Du bist gemein. Die Sponsoren investieren in animierte Banner und
wollen uns eine Freude machen und Du meckerst nur rumm. 



zotos schrieb:


> Es kann natürlich auch ganz einfach dran liegen das mein Gehirn nicht in der Lage ist all die Informationen zu verarbeiten ;o)

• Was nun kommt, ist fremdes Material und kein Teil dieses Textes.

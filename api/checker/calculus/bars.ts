import type { Expr } from '../../../shared/maths/expression.ts';
import { sameExpr } from '../../../shared/maths/same.ts';
import { childrenOf, mapExpr } from '../../../shared/maths/walk.ts';
import type { CheckContext } from '../context.ts';
import { isKnown, isReal } from '../values/arithmetic.ts';
import { evaluate } from '../values/evaluate.ts';
import { signOf } from '../values/powers.ts';
import { addExprs, mulExprs, negateExpr, numberOf } from './build.ts';
import { cutsAtZeros } from './continuity.ts';
import { isFree } from './integrand.ts';

type DefiniteExpr = Extract<Expr, { kind: 'integral' }>;

/** An integral with bars in it as integrals without, from zero to zero of what they hold; null where these are not known. */
export function withoutBars(node: DefiniteExpr, context: CheckContext): Expr[] | null {
  const { integrand, variable, from, to } = node;
  const bars = from && to ? barsIn(integrand, variable) : [];
  const [inner] = bars;
  if (!from || !to || !inner) return null;
  const cuts = cutsAtZeros(inner, variable, from, to, context);
  if (!cuts) return null;
  const pieces: Expr[] = [];
  for (let k = 0; k + 1 < cuts.length; k += 1) {
    const [low, high] = [cuts[k] as Expr, cuts[k + 1] as Expr];
    const middle = evaluate(mulExprs(numberOf(1, 2), addExprs(low, high)), new Map(), 96, context);
    const value = isKnown(middle) ? evaluate(inner, new Map([[variable, middle]]), 96, context) : null;
    const sign = value && isKnown(value) && isReal(value) ? signOf(value) : null;
    if (sign === null || sign === 0) return null;
    const opened = mapExpr(integrand, (part) =>
      isBar(part) && part.args[0] && sameExpr(part.args[0], inner) ? (sign > 0 ? inner : negateExpr(inner)) : part,
    );
    pieces.push({ ...node, integrand: opened, from: low, to: high });
  }
  return pieces;
}

function isBar(expr: Expr): expr is Extract<Expr, { kind: 'call' }> {
  return expr.kind === 'call' && expr.name === 'abs';
}

/** What the innermost bars hold. */
function barsIn(expr: Expr, letter: string): Expr[] {
  const inside = childrenOf(expr).flatMap((part) => barsIn(part, letter));
  if (!isBar(expr) || !expr.args[0] || isFree(expr.args[0], letter)) return inside;
  return [...inside, expr.args[0]];
}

Als Nicht-Siemens-Programmierer tut man sich halt schwer mit 
Endlosschleifen ...


----------



## Eliza (10 Oktober 2008)

Wie schon in einem anderen Thread angesprochen, kann ich dein Problem nicht so ganz nachvollziehen, da ich immer noch keine Werbebanner habe. 
Wenn ich wüsste, wie ich das hingekriegt habe, würde ich dir das sagen.

Werbefreien Gruß


----------



## Cerberus (10 Oktober 2008)

Eliza schrieb:


> Wie schon in einem anderen Thread angesprochen, kann ich dein Problem nicht so ganz nachvollziehen, da ich immer noch keine Werbebanner habe.
> Wenn ich wüsste, wie ich das hingekriegt habe, würde ich dir das sagen.
> 
> Werbefreien Gruß


 
Jetzt mach den zotos doch nicht so neidisch. Der ärgert sich so schon genug!


----------



## Solaris (10 Oktober 2008)

Es gibt auch Foren da befindet sich auch noch Werbung zwischen den einzelnen Post's und auch rechts und links und eigentlich überall. Also, es könnte schlimmer sein...
Ich finde Smily-Spammer die Smilys gleich dutzendweise hintereinander einfügen und die dann auch noch 24 Stunden pro Tag rumhüpfen lassen viel lästiger.


----------



## Cerberus (10 Oktober 2008)

Solaris schrieb:


> Es gibt auch Foren da befindet sich auch noch Werbung zwischen den einzelnen Post's und auch rechts und links und eigentlich überall. Also, es könnte schlimmer sein...


 
Ja im Gegensatz dazu haben wir es noch richtig gut erwischt!



Solaris schrieb:


> Ich finde Smily-Spammer die Smilys gleich dutzendweise hintereinander einfügen und die dann auch noch 24 Stunden pro Tag rumhüpfen lassen viel lästiger.


 
Bei diesem Problem kannst du dich ja mal an den Admin wenden. Der könnte, falls er gewillt sein sollte, die hüpfenden Banner aus der Banner-Auswahl entfernen.


----------



## marlob (10 Oktober 2008)

nehmt z.B. Firefox + Adblock Plus
da kannste alles nervigen Sachen mit ausschalten


----------



## vierlagig (10 Oktober 2008)

marlob schrieb:


> nehmt z.B. Firefox + Adblock Plus
> da kannste alles nervigen Sachen mit ausschalten



und beim nächsten forumstreffen, dein bier selber bezahlen: http://sps-forum.de/showpost.php?p=154683&postcount=7


----------



## marlob (10 Oktober 2008)

vierlagig schrieb:


> und beim nächsten forumstreffen, dein bier selber bezahlen: http://sps-forum.de/showpost.php?p=154683&postcount=7


Ich bin Ingenieur, wo ist das Problem wenn ich mein Bier selber bezahle ;-)


----------



## Cerberus (10 Oktober 2008)

marlob schrieb:


> Ich bin Ingenieur, wo ist das Problem wenn ich mein Bier selber bezahle ;-)


 
Scheinbar hast du kein solches Problem wie Reparatur?


----------



## vierlagig (10 Oktober 2008)

marlob schrieb:


> Ich bin Ingenieur, wo ist das Problem wenn ich mein Bier selber bezahle ;-)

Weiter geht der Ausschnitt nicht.